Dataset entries
# # #
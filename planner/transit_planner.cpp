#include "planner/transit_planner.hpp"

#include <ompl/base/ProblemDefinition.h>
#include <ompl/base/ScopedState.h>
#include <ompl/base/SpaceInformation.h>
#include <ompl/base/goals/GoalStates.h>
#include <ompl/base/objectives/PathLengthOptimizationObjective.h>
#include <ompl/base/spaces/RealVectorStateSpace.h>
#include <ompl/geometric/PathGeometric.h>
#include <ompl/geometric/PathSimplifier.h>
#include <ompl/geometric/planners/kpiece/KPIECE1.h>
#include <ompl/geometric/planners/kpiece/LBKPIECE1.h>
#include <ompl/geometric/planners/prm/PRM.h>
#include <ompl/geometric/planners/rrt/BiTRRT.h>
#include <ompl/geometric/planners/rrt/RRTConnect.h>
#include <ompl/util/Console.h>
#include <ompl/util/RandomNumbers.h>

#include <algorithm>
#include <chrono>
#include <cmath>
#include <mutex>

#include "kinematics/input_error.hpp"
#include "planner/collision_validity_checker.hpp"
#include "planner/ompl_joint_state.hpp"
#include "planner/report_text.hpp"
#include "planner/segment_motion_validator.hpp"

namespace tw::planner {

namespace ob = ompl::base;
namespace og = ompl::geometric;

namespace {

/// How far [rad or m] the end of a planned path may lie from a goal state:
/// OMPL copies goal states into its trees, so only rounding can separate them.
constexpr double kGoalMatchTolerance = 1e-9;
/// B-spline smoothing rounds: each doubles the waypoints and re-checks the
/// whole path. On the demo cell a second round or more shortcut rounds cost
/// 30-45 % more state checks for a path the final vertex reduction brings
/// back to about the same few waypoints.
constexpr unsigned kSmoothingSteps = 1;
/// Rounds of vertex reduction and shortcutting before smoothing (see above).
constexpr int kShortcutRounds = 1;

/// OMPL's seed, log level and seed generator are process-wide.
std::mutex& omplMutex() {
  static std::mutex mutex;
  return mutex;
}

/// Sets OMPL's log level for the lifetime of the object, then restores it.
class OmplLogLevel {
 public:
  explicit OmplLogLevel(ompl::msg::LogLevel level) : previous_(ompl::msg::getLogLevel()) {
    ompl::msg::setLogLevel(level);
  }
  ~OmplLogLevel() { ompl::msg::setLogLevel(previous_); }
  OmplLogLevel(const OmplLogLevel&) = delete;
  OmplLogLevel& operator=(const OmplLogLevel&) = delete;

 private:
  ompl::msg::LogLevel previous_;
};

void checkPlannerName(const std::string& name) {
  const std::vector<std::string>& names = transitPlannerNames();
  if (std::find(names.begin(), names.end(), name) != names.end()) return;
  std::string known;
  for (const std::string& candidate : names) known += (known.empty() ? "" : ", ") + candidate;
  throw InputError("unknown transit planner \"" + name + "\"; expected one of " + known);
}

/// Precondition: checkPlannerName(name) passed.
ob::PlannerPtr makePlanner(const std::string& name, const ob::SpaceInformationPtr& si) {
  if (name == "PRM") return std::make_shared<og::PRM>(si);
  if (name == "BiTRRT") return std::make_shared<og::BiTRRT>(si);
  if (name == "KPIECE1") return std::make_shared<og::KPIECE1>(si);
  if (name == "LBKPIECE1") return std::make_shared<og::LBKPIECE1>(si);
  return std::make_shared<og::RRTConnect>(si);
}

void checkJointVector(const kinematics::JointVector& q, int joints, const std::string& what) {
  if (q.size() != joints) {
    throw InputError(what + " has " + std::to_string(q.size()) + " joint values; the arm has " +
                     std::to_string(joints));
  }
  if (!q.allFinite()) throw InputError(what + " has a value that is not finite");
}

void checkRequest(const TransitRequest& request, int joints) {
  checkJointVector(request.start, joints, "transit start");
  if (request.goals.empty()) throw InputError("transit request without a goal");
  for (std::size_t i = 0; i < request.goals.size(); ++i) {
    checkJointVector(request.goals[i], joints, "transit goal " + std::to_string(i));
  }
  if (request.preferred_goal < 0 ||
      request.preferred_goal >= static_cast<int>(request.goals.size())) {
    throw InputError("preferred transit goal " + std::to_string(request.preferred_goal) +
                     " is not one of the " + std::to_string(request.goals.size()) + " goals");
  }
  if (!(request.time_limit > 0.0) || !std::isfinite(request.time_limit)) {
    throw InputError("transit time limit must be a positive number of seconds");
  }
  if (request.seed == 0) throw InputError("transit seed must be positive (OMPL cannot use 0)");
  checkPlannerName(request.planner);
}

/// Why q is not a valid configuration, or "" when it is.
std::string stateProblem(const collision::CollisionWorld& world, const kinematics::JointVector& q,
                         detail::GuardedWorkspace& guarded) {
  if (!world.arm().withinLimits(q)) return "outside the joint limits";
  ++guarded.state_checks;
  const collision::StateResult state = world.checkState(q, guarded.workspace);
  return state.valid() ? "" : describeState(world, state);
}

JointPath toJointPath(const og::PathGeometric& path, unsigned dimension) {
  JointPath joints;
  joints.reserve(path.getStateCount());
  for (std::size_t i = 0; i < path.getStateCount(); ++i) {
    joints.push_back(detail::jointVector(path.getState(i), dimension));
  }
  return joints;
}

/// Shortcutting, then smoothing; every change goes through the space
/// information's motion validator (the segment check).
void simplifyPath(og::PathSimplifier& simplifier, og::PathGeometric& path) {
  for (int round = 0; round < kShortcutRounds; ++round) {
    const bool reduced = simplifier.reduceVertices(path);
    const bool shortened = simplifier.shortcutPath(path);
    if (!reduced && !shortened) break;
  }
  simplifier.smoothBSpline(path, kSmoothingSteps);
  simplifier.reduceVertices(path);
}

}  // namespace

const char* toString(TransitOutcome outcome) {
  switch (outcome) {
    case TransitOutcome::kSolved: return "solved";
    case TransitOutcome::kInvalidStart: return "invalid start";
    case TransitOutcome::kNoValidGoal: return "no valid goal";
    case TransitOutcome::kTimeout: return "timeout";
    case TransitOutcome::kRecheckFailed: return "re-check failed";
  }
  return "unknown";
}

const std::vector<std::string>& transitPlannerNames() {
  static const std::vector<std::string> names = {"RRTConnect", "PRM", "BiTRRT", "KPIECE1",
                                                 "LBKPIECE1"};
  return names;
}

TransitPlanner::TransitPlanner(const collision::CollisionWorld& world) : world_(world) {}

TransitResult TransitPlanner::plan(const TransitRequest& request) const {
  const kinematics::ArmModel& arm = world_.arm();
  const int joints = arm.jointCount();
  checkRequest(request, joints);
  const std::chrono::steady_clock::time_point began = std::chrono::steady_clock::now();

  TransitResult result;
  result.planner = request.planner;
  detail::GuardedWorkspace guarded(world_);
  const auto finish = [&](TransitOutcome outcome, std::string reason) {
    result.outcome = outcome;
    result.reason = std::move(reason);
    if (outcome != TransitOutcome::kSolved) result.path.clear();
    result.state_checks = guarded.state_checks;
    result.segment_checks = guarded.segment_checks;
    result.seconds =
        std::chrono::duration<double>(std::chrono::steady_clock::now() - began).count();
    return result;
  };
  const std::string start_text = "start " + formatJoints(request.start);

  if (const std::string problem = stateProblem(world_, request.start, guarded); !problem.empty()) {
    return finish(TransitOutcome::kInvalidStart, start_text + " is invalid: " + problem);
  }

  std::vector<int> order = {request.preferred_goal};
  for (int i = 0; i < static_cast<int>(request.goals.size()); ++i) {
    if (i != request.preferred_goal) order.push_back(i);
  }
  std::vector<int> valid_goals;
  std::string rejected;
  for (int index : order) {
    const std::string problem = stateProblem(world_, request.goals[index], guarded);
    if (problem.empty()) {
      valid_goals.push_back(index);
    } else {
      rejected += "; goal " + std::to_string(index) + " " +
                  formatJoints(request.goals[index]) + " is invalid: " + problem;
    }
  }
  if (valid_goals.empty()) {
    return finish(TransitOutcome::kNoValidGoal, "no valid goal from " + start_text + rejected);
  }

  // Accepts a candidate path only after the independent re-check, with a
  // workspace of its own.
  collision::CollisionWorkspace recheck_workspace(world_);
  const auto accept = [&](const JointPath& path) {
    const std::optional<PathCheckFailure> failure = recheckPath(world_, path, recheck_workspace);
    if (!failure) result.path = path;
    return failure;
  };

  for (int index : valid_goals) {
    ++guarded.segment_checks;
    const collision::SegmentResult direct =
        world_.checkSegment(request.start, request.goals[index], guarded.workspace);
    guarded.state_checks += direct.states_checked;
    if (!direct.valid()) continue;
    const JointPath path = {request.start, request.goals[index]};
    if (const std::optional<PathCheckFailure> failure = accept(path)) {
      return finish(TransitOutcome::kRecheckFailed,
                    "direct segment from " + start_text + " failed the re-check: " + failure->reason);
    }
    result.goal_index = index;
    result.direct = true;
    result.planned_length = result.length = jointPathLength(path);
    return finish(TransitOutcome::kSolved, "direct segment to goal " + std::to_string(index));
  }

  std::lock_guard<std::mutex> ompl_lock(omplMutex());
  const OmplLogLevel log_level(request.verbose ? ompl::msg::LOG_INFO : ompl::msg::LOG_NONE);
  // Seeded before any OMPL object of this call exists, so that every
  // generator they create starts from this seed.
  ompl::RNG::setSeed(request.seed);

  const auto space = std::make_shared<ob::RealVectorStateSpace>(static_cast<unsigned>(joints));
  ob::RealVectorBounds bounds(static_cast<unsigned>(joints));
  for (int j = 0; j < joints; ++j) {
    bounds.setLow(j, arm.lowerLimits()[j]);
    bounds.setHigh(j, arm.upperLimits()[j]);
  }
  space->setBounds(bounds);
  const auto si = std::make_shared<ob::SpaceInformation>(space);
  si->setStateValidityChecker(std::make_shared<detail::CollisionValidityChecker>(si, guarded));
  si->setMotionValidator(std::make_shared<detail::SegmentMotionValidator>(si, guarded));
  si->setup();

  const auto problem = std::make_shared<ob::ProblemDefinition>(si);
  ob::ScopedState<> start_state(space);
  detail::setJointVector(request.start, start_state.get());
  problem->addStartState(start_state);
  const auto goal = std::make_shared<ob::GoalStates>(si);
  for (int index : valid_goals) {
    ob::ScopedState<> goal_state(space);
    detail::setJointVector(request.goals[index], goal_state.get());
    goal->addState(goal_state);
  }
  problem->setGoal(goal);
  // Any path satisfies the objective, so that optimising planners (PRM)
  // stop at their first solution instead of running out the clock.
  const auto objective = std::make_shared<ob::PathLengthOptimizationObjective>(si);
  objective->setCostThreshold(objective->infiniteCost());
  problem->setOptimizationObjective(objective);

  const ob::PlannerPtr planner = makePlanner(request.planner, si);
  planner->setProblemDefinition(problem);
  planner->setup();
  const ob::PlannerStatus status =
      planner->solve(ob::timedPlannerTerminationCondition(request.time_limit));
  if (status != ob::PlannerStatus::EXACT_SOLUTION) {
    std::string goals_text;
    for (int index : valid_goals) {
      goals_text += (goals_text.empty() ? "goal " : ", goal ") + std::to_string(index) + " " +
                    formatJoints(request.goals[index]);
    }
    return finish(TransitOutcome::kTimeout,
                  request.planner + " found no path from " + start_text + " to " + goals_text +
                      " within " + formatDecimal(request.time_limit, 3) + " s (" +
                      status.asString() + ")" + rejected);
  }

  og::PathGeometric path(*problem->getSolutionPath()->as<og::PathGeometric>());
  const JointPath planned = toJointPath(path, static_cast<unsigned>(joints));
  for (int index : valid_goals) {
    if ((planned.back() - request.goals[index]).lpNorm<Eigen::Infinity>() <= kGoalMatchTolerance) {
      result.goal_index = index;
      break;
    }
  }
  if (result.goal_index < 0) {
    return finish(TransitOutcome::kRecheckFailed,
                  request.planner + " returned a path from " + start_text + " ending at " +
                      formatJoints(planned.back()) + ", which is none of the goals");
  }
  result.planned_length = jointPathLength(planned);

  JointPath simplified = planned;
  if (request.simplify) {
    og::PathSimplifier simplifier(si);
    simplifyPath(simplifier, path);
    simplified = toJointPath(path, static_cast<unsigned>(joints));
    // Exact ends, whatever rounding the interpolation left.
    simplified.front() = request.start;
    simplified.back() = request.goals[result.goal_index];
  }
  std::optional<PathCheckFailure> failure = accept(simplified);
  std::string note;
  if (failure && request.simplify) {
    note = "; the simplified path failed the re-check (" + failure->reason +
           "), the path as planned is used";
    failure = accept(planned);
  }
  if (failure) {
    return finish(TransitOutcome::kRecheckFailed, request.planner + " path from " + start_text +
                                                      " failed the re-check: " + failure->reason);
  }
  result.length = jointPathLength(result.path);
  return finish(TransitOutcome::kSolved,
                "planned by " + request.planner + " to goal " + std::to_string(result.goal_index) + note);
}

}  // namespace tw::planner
# # #
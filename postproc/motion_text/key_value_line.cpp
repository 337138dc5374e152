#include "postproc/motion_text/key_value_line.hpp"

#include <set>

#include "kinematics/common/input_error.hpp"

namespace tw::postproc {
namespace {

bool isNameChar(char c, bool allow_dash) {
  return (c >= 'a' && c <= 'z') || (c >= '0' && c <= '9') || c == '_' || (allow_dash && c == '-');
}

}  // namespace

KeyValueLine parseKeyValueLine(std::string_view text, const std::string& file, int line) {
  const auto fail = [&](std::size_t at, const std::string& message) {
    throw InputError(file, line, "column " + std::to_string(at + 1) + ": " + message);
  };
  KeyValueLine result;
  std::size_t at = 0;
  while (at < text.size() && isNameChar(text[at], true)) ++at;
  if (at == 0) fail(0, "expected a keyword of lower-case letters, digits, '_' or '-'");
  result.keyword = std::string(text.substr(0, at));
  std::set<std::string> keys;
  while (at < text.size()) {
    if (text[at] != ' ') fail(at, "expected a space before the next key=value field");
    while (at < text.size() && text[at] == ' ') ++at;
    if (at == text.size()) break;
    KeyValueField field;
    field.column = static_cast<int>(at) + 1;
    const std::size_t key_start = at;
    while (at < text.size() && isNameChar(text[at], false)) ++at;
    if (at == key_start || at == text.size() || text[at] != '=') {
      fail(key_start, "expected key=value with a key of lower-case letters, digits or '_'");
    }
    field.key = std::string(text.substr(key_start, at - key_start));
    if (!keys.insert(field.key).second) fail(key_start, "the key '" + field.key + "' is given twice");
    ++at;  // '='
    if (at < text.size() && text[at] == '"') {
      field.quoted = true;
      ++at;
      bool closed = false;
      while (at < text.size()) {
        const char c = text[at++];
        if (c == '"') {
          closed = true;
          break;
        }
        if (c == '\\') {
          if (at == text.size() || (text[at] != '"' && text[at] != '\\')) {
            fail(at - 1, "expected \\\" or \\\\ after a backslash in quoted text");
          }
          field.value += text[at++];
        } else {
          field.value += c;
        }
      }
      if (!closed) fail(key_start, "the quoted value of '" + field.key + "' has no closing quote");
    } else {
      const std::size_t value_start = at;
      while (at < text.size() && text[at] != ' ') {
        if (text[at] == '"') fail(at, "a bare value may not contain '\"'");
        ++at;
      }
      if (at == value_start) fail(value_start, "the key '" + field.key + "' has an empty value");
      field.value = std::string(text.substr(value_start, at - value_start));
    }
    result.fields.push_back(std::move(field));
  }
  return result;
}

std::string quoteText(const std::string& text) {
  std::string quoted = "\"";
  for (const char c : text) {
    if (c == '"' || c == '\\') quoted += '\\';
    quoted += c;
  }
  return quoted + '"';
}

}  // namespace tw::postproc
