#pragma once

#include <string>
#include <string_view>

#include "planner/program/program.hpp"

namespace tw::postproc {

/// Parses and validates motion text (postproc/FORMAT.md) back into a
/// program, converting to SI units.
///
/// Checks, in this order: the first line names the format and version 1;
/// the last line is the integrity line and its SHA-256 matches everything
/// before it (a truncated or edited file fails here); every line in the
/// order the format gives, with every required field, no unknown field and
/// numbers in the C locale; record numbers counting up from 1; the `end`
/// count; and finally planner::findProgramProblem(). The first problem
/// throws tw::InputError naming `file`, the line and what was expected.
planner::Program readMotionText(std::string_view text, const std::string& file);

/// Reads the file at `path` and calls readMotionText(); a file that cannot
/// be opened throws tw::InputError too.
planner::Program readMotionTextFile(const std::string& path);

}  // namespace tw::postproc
# # #
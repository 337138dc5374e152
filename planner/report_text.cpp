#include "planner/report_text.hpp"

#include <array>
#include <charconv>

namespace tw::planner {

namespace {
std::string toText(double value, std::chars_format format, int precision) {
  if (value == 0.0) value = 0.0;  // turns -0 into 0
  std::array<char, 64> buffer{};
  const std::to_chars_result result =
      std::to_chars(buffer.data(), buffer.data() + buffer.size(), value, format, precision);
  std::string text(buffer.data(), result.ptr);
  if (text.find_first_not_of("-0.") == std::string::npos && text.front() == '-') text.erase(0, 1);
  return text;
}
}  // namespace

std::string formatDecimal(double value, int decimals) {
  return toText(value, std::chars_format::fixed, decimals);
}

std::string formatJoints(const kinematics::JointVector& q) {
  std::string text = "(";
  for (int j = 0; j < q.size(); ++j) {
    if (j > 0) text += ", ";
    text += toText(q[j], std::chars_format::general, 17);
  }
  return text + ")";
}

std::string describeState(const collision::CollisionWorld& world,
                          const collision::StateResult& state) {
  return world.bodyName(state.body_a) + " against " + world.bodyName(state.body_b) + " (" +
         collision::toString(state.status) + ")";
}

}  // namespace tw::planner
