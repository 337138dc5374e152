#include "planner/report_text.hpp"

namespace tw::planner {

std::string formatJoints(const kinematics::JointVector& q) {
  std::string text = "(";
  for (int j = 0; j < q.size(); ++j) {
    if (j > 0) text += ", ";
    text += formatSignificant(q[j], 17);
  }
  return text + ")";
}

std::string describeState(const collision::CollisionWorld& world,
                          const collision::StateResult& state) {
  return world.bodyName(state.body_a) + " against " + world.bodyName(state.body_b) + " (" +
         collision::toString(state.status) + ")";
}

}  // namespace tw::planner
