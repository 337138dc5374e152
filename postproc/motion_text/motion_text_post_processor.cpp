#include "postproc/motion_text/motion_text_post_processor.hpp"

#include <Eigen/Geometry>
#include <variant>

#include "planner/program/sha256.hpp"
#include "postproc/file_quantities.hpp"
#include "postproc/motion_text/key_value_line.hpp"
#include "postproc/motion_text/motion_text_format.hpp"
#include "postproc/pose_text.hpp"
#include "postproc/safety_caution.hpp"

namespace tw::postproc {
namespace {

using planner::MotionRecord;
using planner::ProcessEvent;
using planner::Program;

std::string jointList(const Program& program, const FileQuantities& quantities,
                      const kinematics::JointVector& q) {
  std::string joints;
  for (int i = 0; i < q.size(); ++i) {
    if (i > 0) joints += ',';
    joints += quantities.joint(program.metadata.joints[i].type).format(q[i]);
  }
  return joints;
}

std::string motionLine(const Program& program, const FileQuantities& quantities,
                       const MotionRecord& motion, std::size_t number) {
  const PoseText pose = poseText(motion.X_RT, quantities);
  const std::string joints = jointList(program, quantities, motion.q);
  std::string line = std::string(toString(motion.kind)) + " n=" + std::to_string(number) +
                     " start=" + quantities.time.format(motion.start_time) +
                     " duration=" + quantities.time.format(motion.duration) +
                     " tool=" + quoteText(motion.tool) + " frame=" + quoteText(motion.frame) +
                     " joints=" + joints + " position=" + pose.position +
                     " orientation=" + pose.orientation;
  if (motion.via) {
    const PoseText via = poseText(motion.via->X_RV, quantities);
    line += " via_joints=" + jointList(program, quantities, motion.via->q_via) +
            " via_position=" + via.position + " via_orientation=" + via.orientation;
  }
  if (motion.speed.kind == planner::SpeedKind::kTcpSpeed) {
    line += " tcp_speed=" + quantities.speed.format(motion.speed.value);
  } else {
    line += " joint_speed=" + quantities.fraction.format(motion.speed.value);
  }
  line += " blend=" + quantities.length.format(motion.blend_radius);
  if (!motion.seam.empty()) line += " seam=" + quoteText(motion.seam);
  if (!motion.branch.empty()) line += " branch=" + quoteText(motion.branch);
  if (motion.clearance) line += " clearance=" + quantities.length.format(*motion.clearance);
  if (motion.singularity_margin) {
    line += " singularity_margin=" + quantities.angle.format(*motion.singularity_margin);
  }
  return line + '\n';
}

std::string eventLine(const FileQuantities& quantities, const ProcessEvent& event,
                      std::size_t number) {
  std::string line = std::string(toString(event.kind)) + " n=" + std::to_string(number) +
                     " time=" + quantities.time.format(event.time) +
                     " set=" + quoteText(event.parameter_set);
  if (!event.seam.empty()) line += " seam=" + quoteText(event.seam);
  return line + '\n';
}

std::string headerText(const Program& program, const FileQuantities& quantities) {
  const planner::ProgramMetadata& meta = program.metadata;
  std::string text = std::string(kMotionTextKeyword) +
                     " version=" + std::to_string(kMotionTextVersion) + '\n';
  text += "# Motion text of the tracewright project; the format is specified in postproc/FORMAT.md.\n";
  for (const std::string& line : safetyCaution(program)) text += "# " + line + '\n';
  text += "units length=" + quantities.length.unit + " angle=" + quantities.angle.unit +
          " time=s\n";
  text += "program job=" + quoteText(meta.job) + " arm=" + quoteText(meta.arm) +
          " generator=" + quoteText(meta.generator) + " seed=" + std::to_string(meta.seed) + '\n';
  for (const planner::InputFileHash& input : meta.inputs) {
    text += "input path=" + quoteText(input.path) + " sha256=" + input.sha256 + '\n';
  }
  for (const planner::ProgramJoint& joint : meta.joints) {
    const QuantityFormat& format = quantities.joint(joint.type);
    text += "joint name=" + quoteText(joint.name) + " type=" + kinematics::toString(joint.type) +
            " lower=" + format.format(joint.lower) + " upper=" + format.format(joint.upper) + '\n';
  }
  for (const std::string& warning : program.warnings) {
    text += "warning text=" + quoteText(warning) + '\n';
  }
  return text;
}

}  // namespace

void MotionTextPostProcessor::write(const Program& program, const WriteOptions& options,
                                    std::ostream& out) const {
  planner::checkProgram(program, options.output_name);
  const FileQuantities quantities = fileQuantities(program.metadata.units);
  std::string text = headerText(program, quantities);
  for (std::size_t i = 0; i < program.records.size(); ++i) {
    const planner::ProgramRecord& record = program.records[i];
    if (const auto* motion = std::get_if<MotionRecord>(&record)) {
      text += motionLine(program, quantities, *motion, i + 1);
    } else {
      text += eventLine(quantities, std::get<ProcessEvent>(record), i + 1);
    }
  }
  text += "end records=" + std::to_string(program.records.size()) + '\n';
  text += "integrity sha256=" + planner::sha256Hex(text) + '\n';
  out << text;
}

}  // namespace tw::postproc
# # #
Assigned task
Restate word for word the lines of the data above, starting at the line containing "return names;" and ending at the line containing "result.outcome = outcome;", both included, and nothing more.

Exercise answer
  return names;
}

TransitPlanner::TransitPlanner(const collision::CollisionWorld& world) : world_(world) {}

TransitResult TransitPlanner::plan(const TransitRequest& request) const {
  const kinematics::ArmModel& arm = world_.arm();
  const int joints = arm.jointCount();
  checkRequest(request, joints);
  const std::chrono::steady_clock::time_point began = std::chrono::steady_clock::now();

  TransitResult result;
  result.planner = request.planner;
  detail::GuardedWorkspace guarded(world_);
  const auto finish = [&](TransitOutcome outcome, std::string reason) {
    result.outcome = outcome;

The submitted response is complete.